**Work item**
Go over the lines below, and when one contains the word "above", copy it.

- Opening Delimiter -

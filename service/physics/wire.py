"""Winding wire: gauges, conductors, resistance by temperature, and the standard wires.

Lengths in metres, resistance in ohms, temperatures in °C.
"""

import math
import re
from dataclasses import dataclass
from typing import Final, Literal

from service.physics.arguments import between, celsius, non_negative, positive
from service.physics.wire_tables import (
    IEC_60317_0_1,
    IEC_OVERALL_BY_RULE,
    IEC_RESISTANCE_LIMITS,
    IEC_RESISTANCE_SHARES,
    NEMA_HEAVY_BY_RULE,
    NEMA_MW_1000,
)

MIL: Final = 25.4e-6
_MICROMETRE: Final = 1e-6
_NOUGHTS: Final = {
    "0": 0.0,
    "1/0": 0.0,
    "00": -1.0,
    "2/0": -1.0,
    "000": -2.0,
    "3/0": -2.0,
    "0000": -3.0,
    "4/0": -3.0,
}

# NEMA MW 1000: resistance in ohm per 1000 ft is this over the diameter in mil squared.
_NEMA_OHM_MIL2_PER_1000_FT: Final = 10371.0
_THOUSAND_FEET: Final = 304.8

# IEC 60317-0-1: conductivities in m/(ohm mm2) at which least, nominal and largest resistance of a
# winding wire are reckoned.
_IEC_CONDUCTIVITY_BEST: Final = 59.0e6
_IEC_CONDUCTIVITY_NOMINAL: Final = 58.5e6
_IEC_CONDUCTIVITY_WORST: Final = 58.0e6

Source = Literal["table", "rule"]


def awg_diameter(gauge: float | str) -> float:
    """Return the bare diameter of an American Wire Gauge, by the law of ASTM B258.

    Args:
        gauge: gauge number from -3 (0000) to 60, whole or fractional; or one of the strings
            "0", "00", "000", "0000" (also "1/0" to "4/0").

    Returns:
        Diameter in m: 0.127 mm times 92^((36 - gauge)/39).

    Raises:
        ValueError: the gauge is not a number in that range, nor one of those strings.

    The law's own value is not rounded. ASTM B258 and NEMA MW 1000 print rounded diameters, which
    differ by up to 3 % in area for fine wire: see `standard_wire`.
    """
    if isinstance(gauge, str):
        number = _NOUGHTS.get(gauge.strip())
        if number is None:
            raise ValueError(f"gauge must be a number or one of 0, 00, 000, 0000, got {gauge!r}")
    else:
        number = between("gauge", gauge, -3.0, 60.0)
    return float(0.127e-3 * 92.0 ** ((36.0 - number) / 39.0))


@dataclass(frozen=True, slots=True)
class Conductor:
    """A conductor material.

    Attributes:
        name: what the shop calls it.
        resistivity_20: resistivity at 20 °C, ohm m.
        temperature_coefficient_20: relative change of resistance per kelvin, referred to 20 °C.
        density: kg/m3.
    """

    name: str
    resistivity_20: float
    temperature_coefficient_20: float
    density: float

    def __post_init__(self) -> None:
        if not isinstance(self.name, str) or not self.name.strip():
            raise ValueError(f"name must be a text that is not empty, got {self.name!r}")
        positive("resistivity_20", self.resistivity_20)
        non_negative("temperature_coefficient_20", self.temperature_coefficient_20)
        positive("density", self.density)


# IEC 60028 (1925): annealed copper, 1/58 ohm mm2/m at 20 °C.
COPPER: Final = Conductor("copper", 1e-6 / 58.0, 0.00393, 8890.0)
# IEC 60287-1-1 table 1: hard-drawn electrical aluminium.
ALUMINIUM: Final = Conductor("aluminium", 2.826e-8, 0.00403, 2703.0)
# ASTM B566, 10 and 15 % copper by volume: the resistivity is the largest that the standard
# allows (62.9 and 64.4 % IACS), made wire is 2 to 3 % lower; the temperature coefficient is from
# memory.
COPPER_CLAD_ALUMINIUM_10: Final = Conductor("copper-clad aluminium 10 %", 2.741e-8, 0.0040, 3320.0)
COPPER_CLAD_ALUMINIUM_15: Final = Conductor("copper-clad aluminium 15 %", 2.677e-8, 0.0040, 3630.0)


def _factor_from_20(name: str, temperature: float, temperature_coefficient_20: float) -> float:
    factor = 1.0 + temperature_coefficient_20 * (temperature - 20.0)
    if factor <= 0.0:
        raise ValueError(
            f"{name} lies below the range of the linear law with a coefficient of "
            f"{temperature_coefficient_20:g} per K, got {temperature!r}"
        )
    return factor


def resistance_per_metre(
    diameter: float, conductor: Conductor = COPPER, temperature: float = 20.0
) -> float:
    """Return the direct-current resistance of one metre of round wire.

    Args:
        diameter: bare diameter, m.
        conductor: material of the wire.
        temperature: °C.

    Returns:
        Resistance in ohm/m: resistivity over area, times 1 + alpha (t - 20 °C).

    Raises:
        ValueError: diameter not positive, or a temperature below absolute zero or so low that
            the linear law would give no resistance.

    The linear law holds to 0.1 % from about 0 °C to 100 °C; below -100 °C it is off by percents.
    """
    bare = positive("diameter", diameter)
    at = celsius("temperature", temperature)
    factor = _factor_from_20("temperature", at, conductor.temperature_coefficient_20)
    return conductor.resistivity_20 * factor / (math.pi / 4.0 * bare * bare)


def resistance_at(
    resistance: float,
    from_temperature: float,
    to_temperature: float,
    temperature_coefficient_20: float = COPPER.temperature_coefficient_20,
) -> float:
    """Return a resistance, measured at one temperature, as it would be at another.

    Args:
        resistance: ohm, as measured.
        from_temperature: temperature of the winding at the measurement, °C.
        to_temperature: temperature asked for, °C.
        temperature_coefficient_20: per kelvin, referred to 20 °C; copper unless given.

    Returns:
        Resistance in ohm: R (1 + alpha (to - 20)) / (1 + alpha (from - 20)). A coefficient
        referred to 20 °C may be applied to a value at 20 °C only, hence the division.

    Raises:
        ValueError: negative resistance or coefficient, or a temperature below absolute zero or
            below the range of the linear law.

    Source: IEC 60028; IEC 60851-5 test 5 corrects wire to 20 °C in the same way.
    """
    measured = non_negative("resistance", resistance)
    alpha = non_negative("temperature_coefficient_20", temperature_coefficient_20)
    at = celsius("from_temperature", from_temperature)
    wanted = celsius("to_temperature", to_temperature)
    return (
        measured
        * _factor_from_20("to_temperature", wanted, alpha)
        / _factor_from_20("from_temperature", at, alpha)
    )


@dataclass(frozen=True, slots=True)
class StandardWire:
    """A round winding wire as a standard allows it: diameters in m, resistance in ohm/m at 20 °C.

    `overall_diameter_nominal` is the middle of the permitted overall diameters.
    `dimensions_from` and `resistance_from` tell a value printed in the standard's table from one
    that follows its rule. Metric wires below 0.067 mm are limited by their resistance, not by
    their diameter: their least and largest bare diameter are the ones that give the limits.
    """

    standard: str
    designation: str
    build: str
    conductor: Conductor
    conductor_diameter_min: float
    conductor_diameter_nominal: float
    conductor_diameter_max: float
    overall_diameter_min: float
    overall_diameter_nominal: float
    overall_diameter_max: float
    resistance_min: float
    resistance_nominal: float
    resistance_max: float
    dimensions_from: Source
    resistance_from: Source


_AWG = re.compile(r"(?:awg\s*#?\s*(\d+)|#?\s*(\d+)\s*awg)", re.IGNORECASE)
_MILLIMETRES = re.compile(r"(\d*[.,]?\d+)\s*mm", re.IGNORECASE)


def standard_wire(designation: str, build: str, conductor: Conductor = COPPER) -> StandardWire:
    """Return the diameters and the resistance limits of a standard enamelled round wire.

    Args:
        designation: "AWG 20" to "AWG 46" (NEMA MW 1000), or "0.020 mm" to "1.000 mm"
            (IEC 60317-0-1, the sizes of the standard). Case and spaces do not matter.
        build: "single" or "heavy" for AWG, "grade 1" or "grade 2" for metric sizes.
        conductor: the standards' resistances are for copper; another conductor scales them by
            the ratio of the resistivities at 20 °C, with the same dimensions.

    Returns:
        The wire, diameters in m, resistances in ohm/m at 20 °C.

    Raises:
        ValueError: no such wire; the message says which there are.

    NEMA MW 1000: resistance = 10371 / d^2 ohm per 1000 ft with d in mil, least with the largest
    diameter. IEC 60317-0-1: nominal 1/(58.5 A); least 1/(59 A) at the largest and greatest
    1/(58 A) at the least diameter, conductivity in m/(ohm mm2); below 0.067 mm the standard
    tabulates the limits. The limits are what may be delivered: a spool is anywhere within.
    """
    if not isinstance(designation, str):
        raise ValueError(f"designation must be a text like 'AWG 42', got {designation!r}")
    if not isinstance(build, str):
        raise ValueError(f"build must be a text like 'single', got {build!r}")
    name = designation.strip()
    if match := _AWG.fullmatch(name):
        return _nema_wire(int(match[1] or match[2]), designation, build, conductor)
    if match := _MILLIMETRES.fullmatch(name):
        return _iec_wire(float(match[1].replace(",", ".")), designation, build, conductor)
    raise ValueError(
        f"designation must be 'AWG 20' to 'AWG 46' or a metric size like '0.063 mm', "
        f"got {designation!r}"
    )


def available_designations() -> tuple[str, ...]:
    """Return every designation that `standard_wire` knows, AWG first, each from thick to thin."""
    gauges = tuple(f"AWG {gauge}" for gauge in NEMA_MW_1000)
    sizes = tuple(f"{size / 1000:.3f} mm" for size in reversed(IEC_60317_0_1))
    return gauges + sizes


def _build_of(designation: str, build: str, known: tuple[str, str]) -> str:
    words = re.sub(r"[\s_-]+", "", build.lower()).removesuffix("build")
    for one in known:
        if words == one.replace(" ", ""):
            return one
    raise ValueError(
        f"build of {designation!r} must be {known[0]!r} or {known[1]!r}, got {build!r}"
    )


def _nema_wire(gauge: int, designation: str, build: str, conductor: Conductor) -> StandardWire:
    row = NEMA_MW_1000.get(gauge)
    if row is None:
        raise ValueError(f"designation must be from AWG 20 to AWG 46, got {designation!r}")
    kind = _build_of(designation, build, ("single", "heavy"))
    thin, nominal, thick = row.bare
    least, largest = row.single if kind == "single" else row.heavy
    scale = _NEMA_OHM_MIL2_PER_1000_FT / _THOUSAND_FEET * _scale_of(conductor)
    by_rule = kind == "heavy" and gauge in NEMA_HEAVY_BY_RULE
    return StandardWire(
        standard="NEMA MW 1000",
        designation=f"AWG {gauge}",
        build=kind,
        conductor=conductor,
        conductor_diameter_min=thin * MIL,
        conductor_diameter_nominal=nominal * MIL,
        conductor_diameter_max=thick * MIL,
        overall_diameter_min=least * MIL,
        overall_diameter_nominal=(least + largest) / 2.0 * MIL,
        overall_diameter_max=largest * MIL,
        resistance_min=scale / thick**2,
        resistance_nominal=scale / nominal**2,
        resistance_max=scale / thin**2,
        dimensions_from="rule" if by_rule else "table",
        resistance_from="rule",
    )


def _iec_wire(
    millimetres: float, designation: str, build: str, conductor: Conductor
) -> StandardWire:
    size = round(millimetres * 1000.0, 6)
    row = IEC_60317_0_1.get(size)
    if row is None:
        below = max((known for known in IEC_60317_0_1 if known < size), default=None)
        above = min((known for known in IEC_60317_0_1 if known > size), default=None)
        near = " and ".join(f"{known / 1000:.3f} mm" for known in (below, above) if known)
        raise ValueError(
            f"designation must be a size of IEC 60317-0-1 from 0.020 mm to 1.000 mm "
            f"(nearest: {near}), got {designation!r}"
        )
    kind = _build_of(designation, build, ("grade 1", "grade 2"))
    nominal = size * _MICROMETRE
    least, largest = row.grade_1 if kind == "grade 1" else row.grade_2
    resistance_nominal = _resistance_at_conductivity(nominal, _IEC_CONDUCTIVITY_NOMINAL)
    resistance_from: Source = "rule"
    if row.tolerance is not None:
        thin = nominal - row.tolerance * _MICROMETRE
        thick = nominal + row.tolerance * _MICROMETRE
        low = _resistance_at_conductivity(thick, _IEC_CONDUCTIVITY_BEST)
        high = _resistance_at_conductivity(thin, _IEC_CONDUCTIVITY_WORST)
    else:
        if size in IEC_RESISTANCE_LIMITS:
            low, high = IEC_RESISTANCE_LIMITS[size]
            resistance_from = "table"
        else:
            share = next(share for upto, share in IEC_RESISTANCE_SHARES if size <= upto)
            low, high = resistance_nominal * (1.0 - share), resistance_nominal * (1.0 + share)
        thin = _diameter_at_conductivity(high, _IEC_CONDUCTIVITY_WORST)
        thick = _diameter_at_conductivity(low, _IEC_CONDUCTIVITY_BEST)
    scale = _scale_of(conductor)
    return StandardWire(
        standard="IEC 60317-0-1",
        designation=f"{size / 1000:.3f} mm",
        build=kind,
        conductor=conductor,
        conductor_diameter_min=thin,
        conductor_diameter_nominal=nominal,
        conductor_diameter_max=thick,
        overall_diameter_min=least * _MICROMETRE,
        overall_diameter_nominal=(least + largest) / 2.0 * _MICROMETRE,
        overall_diameter_max=largest * _MICROMETRE,
        resistance_min=low * scale,
        resistance_nominal=resistance_nominal * scale,
        resistance_max=high * scale,
        dimensions_from="rule" if size in IEC_OVERALL_BY_RULE else "table",
        resistance_from=resistance_from,
    )


def _scale_of(conductor: Conductor) -> float:
    return conductor.resistivity_20 / COPPER.resistivity_20


def _resistance_at_conductivity(diameter: float, conductivity: float) -> float:
    return 4.0 / (math.pi * diameter * diameter * conductivity)


def _diameter_at_conductivity(resistance: float, conductivity: float) -> float:
    return math.sqrt(4.0 / (math.pi * resistance * conductivity))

- Closing Delimiter -

**Task response**
        above = min((known for known in IEC_60317_0_1 if known > size), default=None)
        near = " and ".join(f"{known / 1000:.3f} mm" for known in (below, above) if known)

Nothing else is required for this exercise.